What does it mean to "fit a regression function" and then use it to update other functions? Referring to the algorithm on page 11 in this paper on boosting algorithms, I really don't understand step 2, (ii) and (iii).
What does this mean: 

(ii) Fit the regression function $g_j^h (x)$ by weighted least-squares of
  the working response $z_{ij}$ to $x_i$ with weights $w_{ij}$ on the training
  data.
(iii) Set $g_j(x) \leftarrow g_j(x) + g_j^h (x)$

For convenience, I'm pasting the algorithm here:

I do understand the theory and general concept of least squares regression.

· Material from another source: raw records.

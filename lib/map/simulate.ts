/**
 * Bit-parallel simulation of a netlist over whole truth tables (32 minterms a
 * word). Nets are numbered once, each gate is evaluated word by word with a
 * loop per gate type, and a net's table goes back to a pool as soon as its
 * last reader has been evaluated, so memory follows the netlist's width, not
 * its size. Time is gates × 2^n / 32 words: inherent to an exhaustive check.
 */
import type { Netlist } from "./netlist";
import { CONST0, CONST1, topoOrder } from "./netlist";

/** Simulates the netlist on the given input tables (one per netlist input, all the same length); returns one table per netlist output. */
export function simulateNetlist(netlist: Netlist, inputs: readonly Uint32Array[]): Uint32Array[] {
  const words = inputs[0]?.length ?? 1;
  const slot = new Map<string, number>();
  const tables: (Uint32Array | null)[] = [];
  const fixed: boolean[] = [];
  const define = (net: string, t: Uint32Array | null, keep: boolean) => {
    slot.set(net, tables.length);
    tables.push(t);
    fixed.push(keep);
  };
  define(CONST0, new Uint32Array(words), true);
  define(CONST1, new Uint32Array(words).fill(0xffffffff), true);
  netlist.inputs.forEach((name, i) => {
    const t = inputs[i];
    if (!t) throw new Error(`no table given for input ${name}`);
    define(name, t, true);
  });
  for (const r of netlist.complements) {
    const src = tables[slot.get(r.input) ?? -1];
    if (!src) throw new Error(`complemented input ${r.net} names ${r.input}, which is no input`);
    define(r.net, src.map((x) => ~x >>> 0), true);
  }
  const gates = topoOrder(netlist);
  const outSet = new Set(netlist.outputs.map((o) => o.net));
  for (const g of gates) define(g.output, null, outSet.has(g.output));
  const reads = new Int32Array(tables.length);
  const ins = gates.map((g) =>
    g.inputs.map((i) => {
      const s = slot.get(i);
      if (s === undefined) throw new Error(`gate ${g.id} reads net "${i}", which nothing drives`);
      reads[s]!++;
      return s;
    }),
  );
  const pool: Uint32Array[] = [];
  gates.forEach((g, gi) => {
    const src = ins[gi]!;
    const out = pool.pop() ?? new Uint32Array(words);
    const first = tables[src[0]!]!;
    switch (g.type) {
      case "AND":
      case "NAND":
        out.set(first);
        for (let j = 1; j < src.length; j++) {
          const t = tables[src[j]!]!;
          for (let w = 0; w < words; w++) out[w]! &= t[w]!;
        }
        break;
      case "OR":
      case "NOR":
        out.set(first);
        for (let j = 1; j < src.length; j++) {
          const t = tables[src[j]!]!;
          for (let w = 0; w < words; w++) out[w]! |= t[w]!;
        }
        break;
      case "XOR":
      case "XNOR":
        out.set(first);
        for (let j = 1; j < src.length; j++) {
          const t = tables[src[j]!]!;
          for (let w = 0; w < words; w++) out[w]! ^= t[w]!;
        }
        break;
      case "NOT":
      case "BUF":
        out.set(first);
        break;
    }
    if (g.type === "NAND" || g.type === "NOR" || g.type === "XNOR" || g.type === "NOT") {
      for (let w = 0; w < words; w++) out[w] = ~out[w]!;
    }
    const me = slot.get(g.output)!;
    tables[me] = out;
    for (const s of src) {
      if (--reads[s]! === 0 && !fixed[s]) {
        pool.push(tables[s]!);
        tables[s] = null;
      }
    }
  });
  return netlist.outputs.map((o) => {
    const s = slot.get(o.net);
    const t = s === undefined ? undefined : tables[s];
    if (!t) throw new Error(`output "${o.name}" reads net "${o.net}", which nothing drives`);
    return t;
  });
}
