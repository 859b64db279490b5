/**
 * Tree shapes: fan-in trees built by merging the earliest signals first, and
 * fan-out buffer trees with the fewest buffers.
 */

/** Levels of a balanced k-ary tree over n inputs: ceil(log_k n) (0 when n ≤ 1). */
export function treeLevels(n: number, k: number): number {
  let levels = 0;
  let reach = 1;
  while (reach < n) {
    reach *= k;
    levels++;
  }
  return levels;
}

/** Gates of a k-ary tree over n inputs: ceil((n − 1) / (k − 1)) (0 when n ≤ 1). */
export function treeGates(n: number, k: number): number {
  return n <= 1 ? 0 : Math.ceil((n - 1) / (k - 1));
}

export type Group<T> = { leaf: T; arrival: number } | { kids: Group<T>[]; arrival: number };

/**
 * Groups n signals into gates of at most k inputs, merging the earliest
 * signals first so that a late signal enters near the root. The first merge
 * takes 2 + ((n − 2) mod (k − 1)) inputs, every later one k, which gives
 * ceil((n − 1) / (k − 1)) gates and, for equal arrivals, ceil(log_k n) levels.
 * Each merge arrives one level after its latest input. Returns the root group
 * (a leaf when n = 1).
 */
export function mergeByArrival<T>(items: { item: T; arrival: number }[], k: number): Group<T> {
  if (items.length === 0) throw new Error("mergeByArrival needs at least one signal");
  if (k < 2) throw new Error(`a gate tree needs gates of at least 2 inputs; the widest is ${k}`);
  // Stable order: by arrival, then by original position, so results are deterministic.
  let queue: { g: Group<T>; seq: number }[] = items.map((x, i) => ({ g: { leaf: x.item, arrival: x.arrival }, seq: i }));
  let seq = items.length;
  const sortQ = () => queue.sort((a, b) => a.g.arrival - b.g.arrival || a.seq - b.seq);
  sortQ();
  let take = queue.length <= k ? queue.length : 2 + ((queue.length - 2) % (k - 1));
  while (queue.length > 1) {
    const batch = queue.slice(0, take);
    queue = queue.slice(take);
    const arrival = Math.max(...batch.map((b) => b.g.arrival)) + 1;
    queue.push({ g: { kids: batch.map((b) => b.g), arrival }, seq: seq++ });
    sortQ();
    take = Math.min(k, queue.length);
  }
  return queue[0]!.g;
}

export interface BufferNode {
  /** Parent: -1 for the driver, else the index of another buffer. */
  parent: number;
  depth: number;
}

export interface BufferPlan {
  buffers: BufferNode[];
  /** For each load (in the order given), -1 for the driver or the index of the buffer that feeds it. */
  assignment: number[];
  /** Buffer levels between the driver and the deepest load. */
  levels: number;
}

/** Fewest buffers for L unit loads on a driver of fan-out F: ceil((L − F) / (F − 1)), 0 when L ≤ F. */
export function bufferCount(loads: number, fanOut: number): number {
  if (loads <= fanOut) return 0;
  return Math.ceil((loads - fanOut) / (fanOut - 1));
}

/**
 * Plans a buffer tree for one net. `loads` are the loads' weights in unit
 * loads with a criticality (higher = on a longer path); `pinned` loads stay
 * on the driver whatever it costs. Buffers are placed breadth first (each a
 * unit load on its parent), and the most critical loads take the shallowest
 * free places, so the critical loads hang from the shallowest level.
 */
export function planBufferTree(
  loads: { weight: number; criticality: number; pinned?: boolean }[],
  fanOut: number,
): BufferPlan {
  if (fanOut < 2) throw new Error(`fan-out ${fanOut} cannot be met with buffers: a buffer must drive at least 2 loads`);
  const total = loads.reduce((s, l) => s + l.weight, 0);
  if (total <= fanOut + 1e-9) return { buffers: [], assignment: loads.map(() => -1), levels: 0 };
  const pinnedWeight = loads.filter((l) => l.pinned).reduce((s, l) => s + l.weight, 0);
  const order = loads
    .map((l, i) => ({ ...l, i }))
    .filter((l) => !l.pinned)
    .sort((a, b) => b.criticality - a.criticality || a.i - b.i);
  for (let b = Math.max(1, bufferCount(Math.ceil(total - 1e-9), fanOut)); ; b++) {
    // capacity left at each node: index 0 = driver, 1.. = buffers
    const cap: number[] = [fanOut - pinnedWeight];
    const depth: number[] = [0];
    const buffers: BufferNode[] = [];
    let parent = 0;
    while (buffers.length < b && parent <= buffers.length) {
      if (cap[parent]! >= 1) {
        cap[parent]! -= 1;
        buffers.push({ parent: parent - 1, depth: depth[parent]! + 1 });
        cap.push(fanOut);
        depth.push(depth[parent]! + 1);
      } else parent++;
    }
    if (buffers.length < b) {
      throw new Error(`fan-out ${fanOut} leaves no room for buffers after ${pinnedWeight} unit loads of output pins`);
    }
    const nodes = cap.map((_, i) => i).sort((x, y) => depth[x]! - depth[y]! || x - y);
    const assignment: number[] = loads.map((l) => (l.pinned ? -1 : -2));
    let ok = true;
    for (const l of order) {
      const at = nodes.find((n) => cap[n]! + 1e-9 >= l.weight);
      if (at === undefined) {
        ok = false;
        break;
      }
      cap[at]! -= l.weight;
      assignment[l.i] = at - 1;
    }
    if (!ok) continue;
    const levels = Math.max(0, ...assignment.map((a) => (a < 0 ? 0 : buffers[a]!.depth)));
    return { buffers, assignment, levels };
  }
}
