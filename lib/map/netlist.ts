/**
 * The gate netlist every later stage reads. Nets are named strings: primary
 * input nets carry the input names, the constant nets are "0" and "1", and
 * internal nets get fresh names that collide with no input or output.
 */
import type { GateType } from "../families/types";

export type { GateType };

export const CONST0 = "0";
export const CONST1 = "1";

/** Why a gate is there: logic of the cover, an inverter of an input or inner net, or a fan-out buffer. */
export type GateRole = "logic" | "inverter" | "buffer";

export interface Gate {
  id: string;
  type: GateType;
  /** Input nets in order; a tied input repeats a constant net. */
  inputs: string[];
  output: string;
  role: GateRole;
}

export interface NetlistOutput {
  name: string;
  net: string;
}

/** A complemented primary input supplied from outside (when the user says they exist). */
export interface ComplementRail {
  input: string;
  net: string;
}

export interface Netlist {
  inputs: string[];
  outputs: NetlistOutput[];
  /** Gates in topological order (every input net is a primary input, a rail, a constant or an earlier gate's output). */
  gates: Gate[];
  complements: ComplementRail[];
}

/**
 * Gates sorted so that each comes after the drivers of its inputs (depth-first
 * from each gate in list order, so a list already in order comes back as it
 * is); throws on a loop. Iterative, so a deep netlist cannot overflow the stack.
 */
export function topoOrder(n: Netlist): Gate[] {
  const index = new Map<string, number>();
  n.gates.forEach((g, i) => index.set(g.output, i));
  // 0 unvisited, 1 on the stack, 2 done
  const state = new Uint8Array(n.gates.length);
  const out: Gate[] = [];
  const stack: number[] = [];
  const next: number[] = [];
  for (let root = 0; root < n.gates.length; root++) {
    if (state[root]) continue;
    state[root] = 1;
    stack.push(root);
    next.push(0);
    while (stack.length) {
      const top = stack.length - 1;
      const g = n.gates[stack[top]!]!;
      const k = next[top]!;
      if (k < g.inputs.length) {
        next[top] = k + 1;
        const d = index.get(g.inputs[k]!);
        if (d === undefined || state[d] === 2) continue;
        if (state[d] === 1) throw new Error(`netlist has a loop through gate ${n.gates[d]!.id}`);
        state[d] = 1;
        stack.push(d);
        next.push(0);
      } else {
        state[stack[top]!] = 2;
        out.push(g);
        stack.pop();
        next.pop();
      }
    }
  }
  return out;
}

I understand we have data whose graph doesn't have a clear line or curve formula, and so we try to come up with a function that'll help us predict a response given an input. Using "least-squares" means coming up with a formula whose parameters are such that the square of the errors of the prediction is minimized. 
But once this regression function is "fitted" to data, how is it "added" to other functions like itself?
I'm having a hard time understanding the application of the above quoted statement. Not just in this algorithm, but in others, wherever they mention "fitting" a regression function and then using that function with others. At best I understand using regression functions to actually predict values as output. But how do we use them to predict/generate more functions?
Could someone please explain this simply, maybe using arrays of data or something?
 A: You have to notice that you not use in this algorithm the "least-squares", but "weighted least squares". See Wikipedia page dedicated to this matter. 
The main distinction is that instead of the usual:
$$LSE(y, \hat{y}) = E[(y - \hat{y})^2] = E[(y-\hat{f}(x, \beta))^2]$$
you have an additional factor
$$WLSE(y, \hat{y}) = E[(y - w\hat{y})^2] = E[(y-w \hat{f}(x,\beta))^2]$$
where $w$ comes from weights. In the standard weighted least squares, weights have some properties, to be able to get a BLUE estimator. In your case the weights are the current weights computed at step $(i)$.
Now you have also to note that at step $(b)$ the predictor for the current step $g_j(x)$ is altered by adding previously fitted predictors. Note that the formula from the $(b)$ step can be decomposed as a linear combination of other functions. Which means it has the form:
$$g(x) = \beta_0 + \beta_1f_1(x) + \beta_2f_2(x) .. + \beta_pf_p(x)$$
where $\beta_i$ are constant factors, and $f_i$are functions of input variables.
Thus, in the end, the final computed $g_j(x)$ will be a linear combination of the fitted function at step $j$ and all other previously fitted predictors.  
This qualifies the final $g_j(x)$ to be an additive model since an generalized additive model is a linear combination of other predictors.